10.2 In the event that the Customer resells the Goods within the first twelve months following purchase and Holt suffers, or incurs, any liabilities, costs, expenses, damages and/or losses (including direct, indirect or consequential losses, loss of profit and all interest, penalties and legal and other professional costs and expenses and any loss, deduction or withdrawal of trading support from its suppliers) arising out of the resale of the Goods by the Customer, the Customer agrees to fully indemnify Holt against such losses.
CANCELLATION
11.1 In the event that the Goods are resold by the Customer within the first 12 months following purchase then, without limiting any other right or remedy available to Holt, the Customer acknowledges and agrees that Holt may cancel or suspend all further orders with the Customer and any other contract between the Customer and Holt, without incurring any liability to the Customer, and all outstanding sums due by the Customer to Holt, shall become immediately payable.
PART EXCHANGE MACHINES & EQUIPMENT
12.1 Where Holt agree to allow part of the total price of the Goods to be satisfied by the Customer delivering a Part Exchange Machine to Holt, such allowance is agreed to be given and received and such Part Exchange Machine is hereby agreed to be delivered and accepted aspart of the sale and purchase of Goods upon the following conditions:
(a) Such Part Exchange Machine to be delivered to Holt in the same conditions as existed at the time of examination by Holt. If it is not, a deduction shall be made from the allowance;
(b) If such Part Exchange Machine is not delivered within 30 days of the date of acceptance there of by Holt or if the rate of VAT is varied before delivery of such Part Exchange Machine, an adjustment may be made to the allowance;
(c) If such Part Exchange Machine is the subject of any Hire Purchase Agreement or other encumbrance whatsoever, this must be notified to Holt and any allowance shall be reduced by the amount paid or to be paid in settlement of such agreement or encumbrance and the Customer hereby authorises Holt to pay off any such amount; and
(d) The Part Exchange machine shall be delivered to Holt on or before delivery of the Goods to the Customer and title to the Part Exchange Machine will thereupon pass to Holt absolutely.
FORCE MAJEURE
Holt shall not be liable for any failure or delay in performing its obligations under the Contract to the extent that such failure or delay is caused by a Force Majeure Event.
GENERAL
14.1 Assignment and subcontracting.
(a) Holt may at any time assign, transfer, charge, subcontractor deal in any other manner with all or any of its rights or obligations under the Contract.

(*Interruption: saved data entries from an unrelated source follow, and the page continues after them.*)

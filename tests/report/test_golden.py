"""Each face of the sample as a file that somebody has looked at; PROTLINT_GOLDEN=1 writes them anew."""

from __future__ import annotations

import os
from collections.abc import Callable
from pathlib import Path

import pytest

from protlint.checks import table
from protlint.checks.catalogue import CheckRow, Threshold
from protlint.report import sarif
from protlint.report.compare_text import comparison_document, rendered_comparison
from protlint.report.document import document
from protlint.report.issues import rendered_issues
from protlint.report.junit import rendered_junit
from protlint.report.markdown import rendered_markdown
from protlint.report.sarif import rendered_sarif
from protlint.report.shape import Document, rendered_json
from protlint.report.skeleton import rendered_skeleton
from protlint.report.survey import survey
from protlint.report.survey_text import rendered_survey
from protlint.report.text import rendered_text
from tests.support.paths import FIXTURES
from tests.support.sample_review import PLAIN, sample_review

GOLDEN = FIXTURES / "golden"

ROW = CheckRow(
    name="carry-not-met",
    level="error",
    says="the output may get less than the board needs",
    why="the load starves",
    formula="low end of carries < carry",
    source="common practice of the trade",
    example="bare-sink",
    thresholds={"small": Threshold(1.0, "V", "below this it is a note")},
    figures={},
)
"""A catalogue of one check, so that a new check does not change these files."""


def compared(report: Document) -> str:
    from protlint.compare import compare

    names = {**PLAIN, "pass": "Q77", "sense": "R70"}
    after = document(sample_review(names))
    after["limiters"][0]["parts"][1]["value"] = 0.82
    after["limiters"][0]["currents"][1]["holds_A"] = 0.44
    return rendered_comparison(comparison_document(compare(report, after)))


FACES: dict[str, Callable[[Document], str]] = {
    "sample.txt": rendered_text,
    "sample.json": rendered_json,
    "sample.sarif": rendered_sarif,
    "sample.xml": rendered_junit,
    "sample.md": rendered_markdown,
    "sample-issue.md": lambda report: next(iter(rendered_issues(report).values())),
    "sample-survey.txt": lambda _: rendered_survey(survey(sample_review(notes=2))),
    "sample-limits.toml": lambda _: rendered_skeleton(sample_review(notes=2)),
    "sample-compare.txt": compared,
}


@pytest.mark.parametrize("name", FACES)
def test_a_face_is_as_it_was_looked_at(name: str, monkeypatch: pytest.MonkeyPatch) -> None:
    monkeypatch.setattr(sarif, "load_catalogue", lambda: {ROW.name: ROW})
    monkeypatch.setattr(table, "CHECKS", dict.fromkeys((ROW.name, "cap-exceeded", "base-stop-absent")))
    monkeypatch.setattr(table, "BOARD_CHECKS", dict.fromkeys(("second-road", "limiter-absent")))
    text = FACES[name](document(sample_review(notes=2)))
    path: Path = GOLDEN / name
    if os.environ.get("PROTLINT_GOLDEN"):
        path.parent.mkdir(exist_ok=True)
        path.write_text(text, encoding="utf-8", newline="\n")
    assert path.read_text(encoding="utf-8") == text
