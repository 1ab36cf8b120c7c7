"""What ``protlint rules`` shows: everything there is, and of each what, why, formula, figures and source."""

from __future__ import annotations

import re
import tomllib

import pytest

from protlint.checks.catalogue import load_catalogue
from protlint.report.layout import COLUMNS, width
from protlint.report.rules_text import names_of, rendered_example, rendered_list, rendered_rule
from protlint.topology.language import load_rules
from tests.support.sample_review import sample_review

RULES, CATALOGUE = load_rules(), load_catalogue()
NAMES = names_of(RULES, CATALOGUE)


def words(text: str) -> str:
    return " ".join(text.split())


def test_the_list_names_everything() -> None:
    text = rendered_list(RULES, CATALOGUE)
    assert len(NAMES) > 10
    assert all(f"  {name}" in text for name in NAMES)
    assert max(width(line) for line in text.splitlines()) <= COLUMNS


@pytest.mark.parametrize("name", NAMES)
def test_each_is_shown_in_full(name: str) -> None:
    text = rendered_rule(name, RULES, CATALOGUE)
    assert max(width(line) for line in text.splitlines()) <= COLUMNS
    assert text.startswith(name)
    if name in CATALOGUE:
        row = CATALOGUE[name]
        for part in (row.why, row.formula, row.source, row.level, *row.thresholds):
            assert words(part) in words(text)
    for described in (RULES.topologies.get(name), RULES.faults.get(name)):
        if described is not None:
            for part in (described.says[1:], *described.cited, described.file):
                assert words(part) in words(text)
            assert all(line.strip() in text for line in described.drawing)


def test_a_fault_told_by_itself_speaks_of_parts_and_nets_not_of_placeholders() -> None:
    for fault in RULES.faults.values():
        assert "{" not in fault.says
        assert not re.search(r"\bthe (far|tap|take|near|load|mid|astray)\b|(the \w+) \2", fault.says), fault.says


@pytest.mark.parametrize("name", CATALOGUE)
def test_the_setting_shown_for_a_check_is_one_the_limits_file_takes(name: str) -> None:
    text = words(rendered_rule(name, RULES, CATALOGUE))
    setting = text.split("In the limits file: [checks] ")[1].replace(', or "off"', "")
    table = tomllib.loads(f"[checks]\n{setting}\n")["checks"][name]
    row = CATALOGUE[name]
    assert table == row.level or set(table) <= set(row.thresholds)


def test_an_example_shows_the_working_filled_in() -> None:
    text = rendered_example(sample_review().findings[0])
    assert "carries: 0.282 A, 0.482 V / (R11 = 1 ohm)" in words(text)
    assert "invented" in text
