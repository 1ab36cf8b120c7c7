"""What the faces tell alike: needs gathered, sentences begun, figures with sensible digits, behaviour in words."""

from __future__ import annotations

from typing import Any

import pytest

from protlint.quantities import format_ratio
from protlint.report.behaviour import sentences
from protlint.report.digest import left_open, sentence, unchecked, unsolved
from protlint.report.document import document
from protlint.report.figures import aligned, current, figure
from protlint.report.safe import markdown, throughout
from tests.support.sample_review import sample_review

ROWS = [
    {"check": check, "needs": needs}
    for check, needs in (
        ("carries", "[limiter.Q10] output"),
        ("carry-not-met", "[limiter.Q10] carry"),
        ("resistor-power", "a POWER property of R1, or ratings.power"),
        ("drive-insufficient", "[limiter.Q10] carry"),
        ("resistor-power", "a POWER property of R2, or ratings.power"),
        ("sense-resistor-power", "a POWER property of R3, or ratings.power"),
        ("base-stop-low", "QSN1.ratings.ib"),
    )
]


def told(**changes: Any) -> str:
    """Return the sentences on the first limiter of the sample, with some of its answers changed."""
    return " ".join(sentences({**document(sample_review())["limiters"][0], **changes}))


def test_what_is_needed_is_told_once_keys_and_parts_together() -> None:
    needs = [
        "[limiter.Q10] output (carries); carry (carry-not-met, drive-insufficient)",
        "a POWER property of R1, R2, or ratings.power (resistor-power)",
        "a POWER property of R3, or ratings.power (sense-resistor-power)",
        "QSN1.ratings.ib (base-stop-low)",
    ]
    assert unchecked(ROWS) == needs
    assert unchecked(throughout(ROWS, markdown)) == [markdown(need) for need in needs]


@pytest.mark.parametrize(
    ("why", "told"),
    [
        ("for want of a value of R1", " for want of a value of R1"),
        ("node N3 floats", ": node N3 floats"),
    ],
)
def test_why_a_limiter_was_not_solved_is_told_once(why: str, told: str) -> None:
    rows = [{"check": "currents", "needs": why}, {"check": "value-unreadable", "needs": "[attributes] value"}]
    limiter = {"not_solved": why, "not_checked": rows}
    assert unsolved(limiter) == told
    assert left_open(limiter) == rows[1:]


@pytest.mark.parametrize(
    ("message", "said"),
    [("the shunt is off", "The shunt is off"), ("q11 is off", "q11 is off"), ("out is on", "out is on"), ("", "")],
)
def test_a_sentence_begins_with_a_capital_and_a_name_as_it_is_written(message: str, said: str) -> None:
    assert sentence({"message": message, "parts": ["q11"], "nets": ["out"], "limiter": None}) == said


@pytest.mark.parametrize(
    ("shown", "text"),
    [
        (figure(5.09e-14), "0"),
        (figure(4.66e-22, "W"), "0 W"),
        (figure(1.4e-14, "A"), "14 fA"),
        (figure(-7.01e-6, "deg"), "0 deg"),
        (figure(0.223457), "0.223"),
        (figure(-0.0123), "-0.0123"),
        (format_ratio(0.0364), "0.036"),
        (format_ratio(-0.2004), "-0.2"),
        (format_ratio(4e-5), "0"),
        (format_ratio(-4e-5), "0"),
        (aligned(0.16), "0.160 A"),
        (aligned(None), "-"),
        (aligned(0.0123), "12.3 mA"),
        (current(3.4e-12, 0.3), "next to nothing"),
        (current(3.4e-6, 0.3), "3.4 uA"),
        (current(0.0, None), "0 A"),
    ],
)
def test_figures_have_sensible_digits(shown: str, text: str) -> None:
    assert shown == text


def test_the_damping_is_told_as_drawn_within_the_spreads_and_with_wiring() -> None:
    text = told()
    assert (
        "Loop: damping 0.22 at 1.2 MHz as drawn; at worst 0.19 within every spread, 0.035 with 500 nH in the short." in text
    )
    loop = document(sample_review())["limiters"][0]["loop"]
    assert "damping 1 as drawn (nothing swings); at worst" in told(loop={**loop, "own_damping": 1.0})
    bare = {**loop, "worst": loop["worst_without_wiring"]}
    assert told(loop=bare).count("at worst") == 1


def test_a_hand_calculation_gone_astray_is_not_told_in_per_cent() -> None:
    formula = document(sample_review())["limiters"][0]["formula"]
    assert "solved 0.367 A, 39 % less. Not so here: the shunt's V_BE is 0.6 V." in told()
    for figure_A, difference in ((-0.44, -13.7), (0.01, 35.7)):
        text = told(formula={**formula, "figure_A": figure_A, "difference": difference})
        assert "solved 0.367 A. Not so here" in text
        assert ("no current at all" in text) == (figure_A < 0.0)


def test_how_many_times_holds_a_failed_part_lets_through_is_a_plain_number() -> None:
    table = document(sample_review())["limiters"][0]["if_a_part_fails"]
    rows = [{**table["rows"][1], "of_holds": 177.4}, {**table["rows"][0], "of_holds": 1e-9, "output_A": 1e-9}]
    text = told(if_a_part_fails={**table, "rows": rows})
    assert "(180 times holds)" in text
    assert "open next to nothing" in text


def test_where_the_drive_gives_out_is_told_once_for_the_same_ambients() -> None:
    rows = document(sample_review())["limiters"][0]["currents"]
    every = [{**row, "limited_by": {"short": "drive", "output": "drive"}} for row in rows]
    assert "The drive gives out at the working output and in the short, not the limiter, at every ambient." in told(
        currents=every
    )
    some = [*every[:2], rows[2]]
    assert "not the limiter, at -10 degC and 27 degC." in told(currents=some)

(b) The Customer may not assign, transfer, charge, subcontractor deal in any other manner with all or any of its rights or obligations under the Contract without the prior written consent of Holt.

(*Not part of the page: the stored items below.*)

"""What ``protlint rules`` shows: everything there is, and of each what, why, formula, figures and source."""

from __future__ import annotations

import re
import tomllib
from functools import cache

import pytest

from protlint import pipeline
from protlint.checks.catalogue import load_catalogue
from protlint.cli import commands
from protlint.cli.shell import run
from protlint.pipeline import Review
from protlint.report.figures import figure
from protlint.report.layout import COLUMNS, width
from protlint.report.rules_text import names_of, rendered_list, rendered_rule
from protlint.topology.language import load_rules
from tests.support.paths import FIXTURES

RULES, CATALOGUE = load_rules(), load_catalogue()
NAMES = names_of(RULES, CATALOGUE)


def words(text: str) -> str:
    return " ".join(text.split())


def test_the_list_names_everything() -> None:
    text = rendered_list(RULES, CATALOGUE)
    assert len(NAMES) > 10
    assert all(f"  {name}" in text for name in NAMES)
    assert max(width(line) for line in text.splitlines()) <= COLUMNS


@pytest.mark.parametrize("name", NAMES)
def test_each_is_shown_in_full(name: str) -> None:
    text = rendered_rule(name, RULES, CATALOGUE)
    assert max(width(line) for line in text.splitlines()) <= COLUMNS
    assert text.startswith(name)
    if name in CATALOGUE:
        row = CATALOGUE[name]
        for part in (row.why, row.formula, row.source, row.level, *row.thresholds):
            assert words(part) in words(text)
    for described in (RULES.topologies.get(name), RULES.faults.get(name)):
        if described is not None:
            for part in (described.says[1:], *described.cited, described.file):
                assert words(part) in words(text)
            assert all(line.strip() in text for line in described.drawing)


def test_a_fault_told_by_itself_speaks_of_parts_and_nets_not_of_placeholders() -> None:
    for fault in RULES.faults.values():
        assert "{" not in fault.says
        assert not re.search(r"\bthe (far|tap|take|near|load|mid|astray)\b|(the \w+) \2", fault.says), fault.says


@pytest.mark.parametrize("name", CATALOGUE)
def test_the_setting_shown_for_a_check_is_one_the_limits_file_takes(name: str) -> None:
    text = words(rendered_rule(name, RULES, CATALOGUE))
    setting = text.split("In the limits file: [checks] ")[1].replace(', or "off"', "")
    table = tomllib.loads(f"[checks]\n{setting}\n")["checks"][name]
    row = CATALOGUE[name]
    assert table == row.level or set(table) <= set(row.thresholds)


WITHOUT_FIGURES = {
    "collector-emitter-swapped", "base-emitter-swapped", "shunt-pins-exchanged", "shunt-pin-misplaced", "base-on-far-end",
    "shunt-polarity-wrong", "collector-not-on-the-drive", "wrong-device-sensed", "pass-pins-exchanged",
    "pass-polarity-wrong", "value-unreadable", "part-data-missing", "pins-unknown", "pin-on-two-nets",
    "designator-doubtful", "part-data-contradicts",
}  # fmt: skip
"""Checks of connections and texts: their working says what stands where, not how much."""


@pytest.mark.parametrize("check", ["base-stop-absent", "value-unreadable"])
def test_the_example_is_computed_there_and_then(check: str, capsys: pytest.CaptureFixture[str]) -> None:
    assert run(commands, ["rules", check]) == 0
    finding = next(one for one in example(CATALOGUE[check].example).findings if one.check == check)
    assert words(finding.message) in words(capsys.readouterr().out)


@cache
def example(board: str) -> Review:
    """Return the review of an example board."""
    folder = FIXTURES / "examples"
    listed = folder / f"{board}.csv"
    return pipeline.review(
        folder / f"{board}.edf",
        limits=folder / f"{board}.toml",
        parts=folder / "parts.toml",
        parts_list=listed if listed.exists() else None,
    )


@pytest.mark.parametrize("check", CATALOGUE)
def test_every_check_shows_an_example_of_its_working_filled_in(
    check: str, capsys: pytest.CaptureFixture[str], monkeypatch: pytest.MonkeyPatch
) -> None:
    board = CATALOGUE[check].example
    computed = example(board)  # once for all the checks that it is the example of
    monkeypatch.setattr(pipeline, "review", lambda path, **_: computed if path.stem == board else None)
    assert run(commands, ["rules", check]) == 0
    _, _, shown = words(capsys.readouterr().out).partition(f" example on {board}.edf, an invented board: ")
    finding = next(one for one in example(board).findings if one.check == check)
    assert shown.startswith(words(finding.message))
    assert finding.working
    for line in finding.working:
        value = f"{figure(line.value, line.unit)}, " if line.value is not None else ""
        assert words(f"{line.quantity}: {value}{line.formula}") in shown
    assert check in WITHOUT_FIGURES or any(line.value is not None for line in finding.working)
    assert words(finding.remedy or "") in shown
    assert finding.remedy or check == "compensation-absent"


@pytest.mark.parametrize("board", sorted({row.example for row in CATALOGUE.values()}))
def test_the_example_boards_state_what_their_limiters_need(board: str) -> None:
    """What is shown rests on what is stated, not on what was assumed; only unread.edf is there to lack things."""
    assert [one.check for one in example(board).findings if one.assumption] == []
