"""The JSON report: the promised keys, the shipped schema, stable bytes."""

from __future__ import annotations

import json
import math
import re
from dataclasses import replace

import pytest
from jsonschema import Draft202012Validator

from protlint.checks.table import BOARD_CHECKS, CHECKS, WITHOUT_SOLUTION
from protlint.limits import CheckSetting
from protlint.report import document as document_module
from protlint.report.answers import rounded
from protlint.report.digest import held_back
from protlint.report.document import document
from protlint.report.junit import rendered_junit
from protlint.report.markdown import rendered_markdown
from protlint.report.sarif import rendered_sarif
from protlint.report.shape import Document, combined, rendered_json
from protlint.report.text import rendered_text
from tests.support.paths import ROOT
from tests.support.sample_review import HOSTILE, PLAIN, sample_review

SCHEMA = json.loads((ROOT / "protlint/report/review-1.schema.json").read_text(encoding="utf-8"))

PROMISED = {
    "": "report protlint netlist limiters findings warnings",
    "netlist": "file sha256 design parts nets pins",
    "limiters.0": "id topology polarity verdict roles nets currents locus regulates loop step assumed not_checked",
    "limiters.0.roles": "pass driver sense shunt base_stop preset steering compensation drive others",
    "limiters.0.nets": "drive feed sense far output",
    "limiters.0.currents.0": "ambient_degC begins_A holds_A carries_A most_A unlimited_A shunt_A pass_A limited_by "
    "begins_range_A holds_range_A carries_range_A most_range_A",
    "limiters.0.currents.0.limited_by": "short output",
    "limiters.0.locus.0": "output_V holds_A",
    "limiters.0.loop": "least_damping at_Hz worst_damping low_frequency_gain crossover_Hz phase_margin_deg",
    "limiters.0.step": "settles delay_s peak_A pass_energy_J",
    "limiters.0.not_checked.0": "check needs",
    "findings.0": "check level limiter parts nets message working remedy assumption file line column fingerprint waived",
    "findings.0.working.0": "quantity formula value unit source",
    "warnings.0": "message line column count",
}
"""What the design promises to users, by path into the sample."""


def errors(report: Document) -> list[str]:
    return [error.message for error in Draft202012Validator(SCHEMA).iter_errors(json.loads(rendered_json(report)))]


def reached(report: Document, path: str) -> Document:
    value = report
    for step in path.split(".") if path else ():
        value = value[int(step)] if step.isdigit() else value[step]
    return value


@pytest.mark.parametrize("path", PROMISED)
def test_promised_keys_are_there(path: str) -> None:
    assert set(PROMISED[path].split()) <= set(reached(document(sample_review()), path))


def test_the_schema_is_one_and_the_sample_keeps_to_it() -> None:
    Draft202012Validator.check_schema(SCHEMA)
    report = document(sample_review(notes=3))
    assert errors(report) == []
    assert errors(combined([report, report], [{"file": "x.edf", "line": 1, "column": 2, "message": "not EDIF"}])) == []


def test_the_schema_refuses_a_missing_and_an_unknown_key() -> None:
    report = document(sample_review())
    assert errors({key: value for key, value in report.items() if key != "warnings"})
    assert errors({**report, "extra": 1})


def test_what_was_not_checked_of_the_board_counts_as_what_was_not_checked_of_its_limiters() -> None:
    report = document(replace(sample_review(), limiters=()))
    assert report["not_checked"] == [{"check": "limiter-absent", "needs": "the power rating of R77"}]
    assert held_back(report, "never", complete=True) == ["1 not checked"]
    assert held_back(report, "never") == []
    for text in (rendered_text(report), rendered_markdown(report), rendered_sarif(report), rendered_junit(report)):
        assert "the power rating of R77" in text


def test_the_checks_a_limiter_was_put_to_are_all_those_that_are_not_off() -> None:
    review = sample_review()
    asked = {limiter["id"]: set(limiter["asked"]) for limiter in document(review)["limiters"]}
    assert asked["Q10"] == {*CHECKS, *BOARD_CHECKS} - {"limiter-absent"}
    assert asked["CH2/Q20"] == WITHOUT_SOLUTION
    off = {"second-road": CheckSetting(level="off"), "cap-exceeded": CheckSetting(level="off")}
    told = document(replace(review, limits=replace(review.limits, checks=off)))["limiters"]
    assert {name for limiter in told if limiter["id"] == "Q10" for name in asked["Q10"] - set(limiter["asked"])} == set(off)


def test_a_limiter_without_a_solution_has_every_key_with_null() -> None:
    unsolved = next(item for item in document(sample_review())["limiters"] if item["verdict"] == "not judged")
    assert [row["ambient_degC"] for row in unsolved["currents"]] == [-10.0, 27.0, 85.0]
    assert {row["holds_A"] for row in unsolved["currents"]} == {None}
    assert {unsolved["loop"][key] for key in PROMISED["limiters.0.loop"].split()} == set(unsolved["step"].values()) == {None}
    assert (unsolved["loop"]["worst"], unsolved["loop"]["natural"]) == (None, [])


def test_numbers_have_six_digits_and_are_finite() -> None:
    assert rounded(0.12345678) == 0.123457
    assert rounded(math.inf) is None
    assert rounded(math.nan) is None
    assert rounded(-0.0) == 0.0
    assert math.copysign(1.0, rounded(-0.0) or 0.0) == 1.0
    report = document(sample_review())
    assert report["limiters"][0]["loop"]["least_damping"] == 0.223457
    assert report["findings"][0]["working"][1]["value"] == 0.282136


def test_the_last_bits_of_a_number_do_not_change_the_bytes() -> None:
    review = sample_review()
    first = review.limiters[0]
    row = first.solution.currents[0]
    assert row.holds_A is not None
    nudged = replace(row, holds_A=math.nextafter(row.holds_A, 1.0))
    solution = replace(first.solution, currents=(nudged, *first.solution.currents[1:]))
    other = replace(review, limiters=(replace(first, solution=solution), *review.limiters[1:]))
    assert rendered_json(document(other)) == rendered_json(document(review))


def test_in_hand_is_taken_at_the_worst_ends() -> None:
    hand = document(sample_review())["limiters"][0]["in_hand"]
    assert hand["least_carries_at_degC"] == 85.0
    assert hand["carry_A"] == pytest.approx(0.367 * 0.8 * 0.95 - 0.7, rel=1e-5)
    assert hand["greatest_most_at_degC"] == -10.0
    assert hand["cap_A"] == pytest.approx(1.2 - 0.367 * 1.15 * 1.05, rel=1e-5)


def test_the_summary_counts_what_is_not_waived() -> None:
    summary = document(sample_review(notes=3))["summary"]
    assert (summary["errors"], summary["warnings"], summary["notes"], summary["waived"]) == (2, 0, 3, 1)


@pytest.mark.parametrize("name", HOSTILE)
def test_hostile_names_come_through_json_unchanged_and_do_not_act(name: str) -> None:
    text = rendered_json(document(sample_review({**PLAIN, "pass": name})))
    text.encode("utf-8")
    assert json.loads(text)["limiters"][0]["id"] == name
    assert "</" not in text
    assert not re.search("[\x00-\x09\x0b-\x1f\x7f-\x9f\u202a-\u202e\u2066-\u2069]", text)


def test_there_is_no_clock_and_no_absolute_path() -> None:
    text = rendered_json(document(sample_review()))
    assert str(ROOT) not in text
    assert not {"time", "datetime"} & set(vars(document_module))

14.2 Severance. If any court or competent authority finds that any provision of the Contract (or part of any provision) is invalid, illegal or unenforceable, that provision or part-provision shall, to the extent required, be deemed to be deleted, and the validity and enforceability of the other provisions of the Contract shall not be affected.
14.3 Waiver. No failure or delay by a party to exercise any right or remedy provided under the Contract or by law shall constitute a waiver of that or any other right or remedy, nor shall it preclude or restrict the further exercise of that or any other right or remedy.

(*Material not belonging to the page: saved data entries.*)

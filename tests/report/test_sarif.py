"""SARIF: valid against the OASIS schema, and against the prose rules that a schema cannot hold."""

from __future__ import annotations

import json
from typing import Any
from urllib.parse import unquote

import pytest
from sarif_kit.validate import validation_errors

from protlint.checks.catalogue import load_catalogue
from protlint.report.document import document
from protlint.report.sarif import FINGERPRINT_KEY, artifact_uri, message, rendered_sarif
from protlint.report.shape import Document, combined
from tests.support.sample_review import HOSTILE, PLAIN, sample_review

BROKEN = {"file": "broken.edf", "line": 3, "column": 9, "message": "not EDIF"}


def log_of(report: Document) -> Any:
    return json.loads(rendered_sarif(report))


def prose_errors(log: Any) -> list[str]:
    """Check what the standard asks beyond its schema; the section numbers are the standard's, from memory."""
    errors = []
    for run in log["runs"]:
        rules, artifacts = run["tool"]["driver"]["rules"], run["artifacts"]
        names = [rule["id"] for rule in rules]
        if len(set(names)) != len(names):
            errors.append("3.19.23: rule ids repeat")
        if len({artifact["location"]["uri"] for artifact in artifacts}) != len(artifacts):
            errors.append("3.14.15: artifacts repeat")
        for notification in run["invocations"][0]["toolExecutionNotifications"]:
            rule = notification.get("associatedRule")
            if rule is not None and names[rule["index"]] != rule["id"]:
                errors.append("3.52: associated rule and index differ")
        fingerprints = []
        for result in run["results"]:
            if names[result["ruleIndex"]] != result["ruleId"]:
                errors.append("3.27.6: rule id and index differ")
            if result["level"] == "none":
                errors.append("3.27.10: a failing result has a level")
            if "suppressions" not in result:
                errors.append("3.27.23: suppressions on some results only")
            identities = [location["id"] for location in result["relatedLocations"]]
            if len(set(identities)) != len(identities):
                errors.append("3.28.2: location ids repeat")
            for location in (*result["locations"], *result["relatedLocations"]):
                where = location["physicalLocation"]["artifactLocation"]
                if artifacts[where["index"]]["location"]["uri"] != where["uri"]:
                    errors.append("3.4.5: artifact and index differ")
            fingerprints.append((result["locations"][0]["physicalLocation"]["artifactLocation"]["uri"],
                                 result["partialFingerprints"][FINGERPRINT_KEY]))  # fmt: skip
        if len(set(fingerprints)) != len(fingerprints):
            errors.append("3.27.17: fingerprints repeat")
    return errors


def test_it_is_valid() -> None:
    log = log_of(document(sample_review(notes=200)))
    assert validation_errors(log) == []
    assert prose_errors(log) == []
    assert len(log["runs"][0]["results"]) == 203


def test_boards_together_are_one_valid_run_and_the_unread_are_notified() -> None:
    boards = [document(sample_review({**PLAIN, "name": name})) for name in ("a.edf", "b.edf")]
    log = log_of(combined(boards, [BROKEN]))
    assert validation_errors(log) == []
    assert prose_errors(log) == []
    (run,) = log["runs"]
    assert run["invocations"][0]["executionSuccessful"] is False
    said = [(one["level"], one["message"]["text"]) for one in run["invocations"][0]["toolExecutionNotifications"]]
    assert ("error", "broken.edf:3:9: not EDIF") in said
    assert {result["locations"][0]["physicalLocation"]["artifactLocation"]["index"] for result in run["results"]} == {0, 1}


def test_a_result_carries_what_a_tracker_needs() -> None:
    result = log_of(document(sample_review()))["runs"][0]["results"][0]
    assert result["ruleId"] == "carry-not-met"
    assert result["level"] == "error"
    assert result["locations"][0]["physicalLocation"]["region"] == {"startLine": 12, "startColumn": 5}
    names = [(one["name"], one["fullyQualifiedName"], one["kind"]) for one in result["locations"][0]["logicalLocations"]]
    assert names == [("Q10", "LAMP/Q10", "limiter"), ("R11", "LAMP/R11", "part"), ("Q11", "LAMP/Q11", "part")]
    assert [one["message"]["text"] for one in result["relatedLocations"]] == ["R11", "Q11"]
    assert result["partialFingerprints"][FINGERPRINT_KEY].startswith("carry-not-met-")
    assert result["properties"]["working"][1]["value"] == 0.282136
    assert "0.36 ohm" in result["message"]["text"]


def test_a_waiver_is_a_suppression() -> None:
    results = log_of(document(sample_review()))["runs"][0]["results"]
    assert [len(result["suppressions"]) for result in results] == [0, 1, 0]
    assert results[1]["suppressions"][0]["justification"] == "the driver gives 5 mA at most (A. Reviewer)"


def test_what_was_not_checked_is_notified() -> None:
    notifications = log_of(document(sample_review()))["runs"][0]["invocations"][0]["toolExecutionNotifications"]
    texts = [one["message"]["text"] for one in notifications]
    assert any("trips-on-peaks" in text and "[limiter.Q10] peak" in text for text in texts)
    assert any("node N3 floats" in text for text in texts)


def test_every_check_of_the_catalogue_is_described() -> None:
    rules = {rule["id"]: rule for rule in log_of(document(sample_review()))["runs"][0]["tool"]["driver"]["rules"]}
    for name, row in load_catalogue().items():
        assert rules[name]["defaultConfiguration"]["level"] == row.level
        assert row.source in rules[name]["help"]["text"]


@pytest.mark.parametrize("name", HOSTILE)
def test_hostile_names(name: str) -> None:
    names = {**PLAIN, **dict.fromkeys(("pass", "sense", "out", "name"), name)}
    text = rendered_sarif(document(sample_review(names)))
    log = json.loads(text)
    assert validation_errors(log) == []
    assert prose_errors(log) == []
    assert "</" not in text
    assert unquote(log["runs"][0]["artifacts"][0]["location"]["uri"], errors="surrogatepass") == name


@pytest.mark.parametrize(
    ("file", "uri"),
    [("a b.edf", "a%20b.edf"), ("x:y/ü.edf", "x%3Ay/%C3%BC.edf"), ("<standard input>", "%3Cstandard%20input%3E")],
)
def test_uris(file: str, uri: str) -> None:
    assert artifact_uri(file) == uri


def test_braces_and_links_in_messages_are_escaped() -> None:
    assert message("{0} [text](link) [drive.DRV]") == {"text": "{{0}} \\[text](link) [drive.DRV]"}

14.4 Third party rights. A person who is not a party to the Contract shall not have any rights under or in connection with it.
14.5 Variation. Except as set out in these Conditions, any variation to the Contract, including the introduction of any additional terms & conditions, shall only be binding when agreed in writing and signed by Holt.
14.6 Governing law and jurisdiction. The Contract, and any dispute or claim arising out of or in connection with it or its subject matter or formation (including non-contractual disputes or claims), shall be governed by, and construed in accordance with, English law, and the parties irrevocably submit to the exclusive jurisdiction of the courts of England and Wales.